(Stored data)

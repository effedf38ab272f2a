package model

import (
	"math"
	"testing"
	"time"
)

// runs returns the lengths of the maximal runs of zero and of non-zero
// values of x, leaving out the first and the last run (cut by the edges).
func runs(x []float64) (on, off []int) {
	start := 0
	for i := 1; i <= len(x); i++ {
		if i < len(x) && (x[i] == 0) == (x[start] == 0) {
			continue
		}
		if start > 0 && i < len(x) {
			if x[start] == 0 {
				off = append(off, i-start)
			} else {
				on = append(on, i-start)
			}
		}
		start = i
	}
	return on, off
}

// The shapes the corpus needs, checked by counting runs in the drawn spend
// (the truth file states the bounds; the counting is independent of the
// generator): bursts of 3–6 weeks between 8–20 dark weeks; exactly zero
// before a launch week; spend multiplied in holiday weeks, which the
// Gregorian calendar places (2023-11-20 and 2023-12-18 are Mondays inside
// 15 Nov–24 Dec; 2023-12-25 and 2023-11-13 are outside).
func TestSpendShapes(t *testing.T) {
	tr := &Truth{Seed: 11, Weeks: 156, Intercept: 1000, Channels: []TrueChannel{
		{Name: "tv", MeanSpend: 5000, Decay: 0.5, HalfSat: 1, Beta: 100, SpendShape: SpendShape{Flight: [2]int{3, 6}, Gap: [2]int{8, 20}}},
		{Name: "retail_media", MeanSpend: 2000, Decay: 0.2, HalfSat: 1, Beta: 100, SpendShape: SpendShape{Launch: 70}},
		{Name: "search", MeanSpend: 9000, Variation: 0.01, Decay: 0.1, HalfSat: 0.2, Beta: 100, SpendShape: SpendShape{Holiday: 3}},
	}}
	sim, err := Simulate(tr)
	if err != nil {
		t.Fatal(err)
	}
	tv := sim.Panel.Spend[0]
	on, off := runs(tv)
	if len(on) < 5 || len(off) < 5 {
		t.Fatalf("tv: %d bursts and %d dark runs inside 156 weeks, want several of each", len(on), len(off))
	}
	for _, n := range on {
		if n < 3 || n > 6 {
			t.Errorf("tv: a burst of %d weeks, want 3 to 6 (runs %v)", n, on)
		}
	}
	for _, n := range off {
		if n < 8 || n > 20 {
			t.Errorf("tv: a dark run of %d weeks, want 8 to 20 (runs %v)", n, off)
		}
	}
	rm := sim.Panel.Spend[1]
	for i, v := range rm {
		if (i < 70) != (v == 0) {
			t.Fatalf("retail_media week %d spend %v: want exactly 0 before week 70 and > 0 from it", i, v)
		}
	}
	day := func(s string) int {
		w, _ := time.Parse(time.DateOnly, s)
		for i, x := range sim.Panel.Weeks {
			if x.Equal(w) {
				return i
			}
		}
		t.Fatalf("no week %s", s)
		return -1
	}
	s := sim.Panel.Spend[2]
	base := s[day("2023-11-13")]
	for _, in := range []string{"2023-11-20", "2023-12-18"} {
		// Variation 0.01: neighbouring weeks differ by about 1%, so the
		// ratio is 3 within a few percent.
		if r := s[day(in)] / base; math.Abs(r-3) > 0.15 {
			t.Errorf("search in holiday week %s / week 2023-11-13 = %.3f, want about 3", in, r)
		}
	}
	if r := s[day("2023-12-25")] / base; math.Abs(r-1) > 0.1 {
		t.Errorf("search in week 2023-12-25 / week 2023-11-13 = %.3f, want about 1 (not a holiday week)", r)
	}
	var sum float64
	for _, v := range tv {
		sum += v
	}
	if m := sum / float64(len(tv)); math.Abs(m-5000) > 0.01*float64(len(tv)) {
		t.Errorf("tv mean spend %.2f, want 5000 (cents rounding aside)", m)
	}
	low, _ := (&Design{Spend: sim.Panel.Spend}).Support()
	if low[0] != 0 || low[1] != 0 {
		t.Errorf("low support of the flighted and the launched channel %v, %v: want exactly 0", low[0], low[1])
	}
}

// A shape that cannot be drawn is refused with its key path.
func TestSpendShapeRefused(t *testing.T) {
	for _, sh := range []SpendShape{{Flight: [2]int{3, 6}}, {Flight: [2]int{6, 3}, Gap: [2]int{1, 2}}, {Launch: 154}, {Holiday: -1}} {
		tr := &Truth{Channels: []TrueChannel{{Name: "tv", MeanSpend: 1, HalfSat: 1, SpendShape: sh}}}
		if _, err := Simulate(tr); err == nil {
			t.Errorf("shape %+v accepted", sh)
		}
	}
}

TASK REQUIREMENTS — I need all of the records above retyped exactly, please.

RESPONSE BOX —
repository effedf38ab272f2a
package model

import (
	"math"
	"testing"
	"time"
)

// runs returns the lengths of the maximal runs of zero and of non-zero
// values of x, leaving out the first and the last run (cut by the edges).
func runs(x []float64) (on, off []int) {
	start := 0
	for i := 1; i <= len(x); i++ {
		if i < len(x) && (x[i] == 0) == (x[start] == 0) {
			continue
		}
		if start > 0 && i < len(x) {
			if x[start] == 0 {
				off = append(off, i-start)
			} else {
				on = append(on, i-start)
			}
		}
		start = i
	}
	return on, off
}

// The shapes the corpus needs, checked by counting runs in the drawn spend
// (the truth file states the bounds; the counting is independent of the
// generator): bursts of 3–6 weeks between 8–20 dark weeks; exactly zero
// before a launch week; spend multiplied in holiday weeks, which the
// Gregorian calendar places (2023-11-20 and 2023-12-18 are Mondays inside
// 15 Nov–24 Dec; 2023-12-25 and 2023-11-13 are outside).
func TestSpendShapes(t *testing.T) {
	tr := &Truth{Seed: 11, Weeks: 156, Intercept: 1000, Channels: []TrueChannel{
		{Name: "tv", MeanSpend: 5000, Decay: 0.5, HalfSat: 1, Beta: 100, SpendShape: SpendShape{Flight: [2]int{3, 6}, Gap: [2]int{8, 20}}},
		{Name: "retail_media", MeanSpend: 2000, Decay: 0.2, HalfSat: 1, Beta: 100, SpendShape: SpendShape{Launch: 70}},
		{Name: "search", MeanSpend: 9000, Variation: 0.01, Decay: 0.1, HalfSat: 0.2, Beta: 100, SpendShape: SpendShape{Holiday: 3}},
	}}
	sim, err := Simulate(tr)
	if err != nil {
		t.Fatal(err)
	}
	tv := sim.Panel.Spend[0]
	on, off := runs(tv)
	if len(on) < 5 || len(off) < 5 {
		t.Fatalf("tv: %d bursts and %d dark runs inside 156 weeks, want several of each", len(on), len(off))
	}
	for _, n := range on {
		if n < 3 || n > 6 {
			t.Errorf("tv: a burst of %d weeks, want 3 to 6 (runs %v)", n, on)
		}
	}
	for _, n := range off {
		if n < 8 || n > 20 {
			t.Errorf("tv: a dark run of %d weeks, want 8 to 20 (runs %v)", n, off)
		}
	}
	rm := sim.Panel.Spend[1]
	for i, v := range rm {
		if (i < 70) != (v == 0) {
			t.Fatalf("retail_media week %d spend %v: want exactly 0 before week 70 and > 0 from it", i, v)
		}
	}
	day := func(s string) int {
		w, _ := time.Parse(time.DateOnly, s)
		for i, x := range sim.Panel.Weeks {
			if x.Equal(w) {
				return i
			}
		}
		t.Fatalf("no week %s", s)
		return -1
	}
	s := sim.Panel.Spend[2]
	base := s[day("2023-11-13")]
	for _, in := range []string{"2023-11-20", "2023-12-18"} {
		// Variation 0.01: neighbouring weeks differ by about 1%, so the
		// ratio is 3 within a few percent.
		if r := s[day(in)] / base; math.Abs(r-3) > 0.15 {
			t.Errorf("search in holiday week %s / week 2023-11-13 = %.3f, want about 3", in, r)
		}
	}
	if r := s[day("2023-12-25")] / base; math.Abs(r-1) > 0.1 {
		t.Errorf("search in week 2023-12-25 / week 2023-11-13 = %.3f, want about 1 (not a holiday week)", r)
	}
	var sum float64
	for _, v := range tv {
		sum += v
	}
	if m := sum / float64(len(tv)); math.Abs(m-5000) > 0.01*float64(len(tv)) {
		t.Errorf("tv mean spend %.2f, want 5000 (cents rounding aside)", m)
	}
	low, _ := (&Design{Spend: sim.Panel.Spend}).Support()
	if low[0] != 0 || low[1] != 0 {
		t.Errorf("low support of the flighted and the launched channel %v, %v: want exactly 0", low[0], low[1])
	}
}

// A shape that cannot be drawn is refused with its key path.
func TestSpendShapeRefused(t *testing.T) {
	for _, sh := range []SpendShape{{Flight: [2]int{3, 6}}, {Flight: [2]int{6, 3}, Gap: [2]int{1, 2}}, {Launch: 154}, {Holiday: -1}} {
		tr := &Truth{Channels: []TrueChannel{{Name: "tv", MeanSpend: 1, HalfSat: 1, SpendShape: sh}}}
		if _, err := Simulate(tr); err == nil {
			t.Errorf("shape %+v accepted", sh)
		}
	}
}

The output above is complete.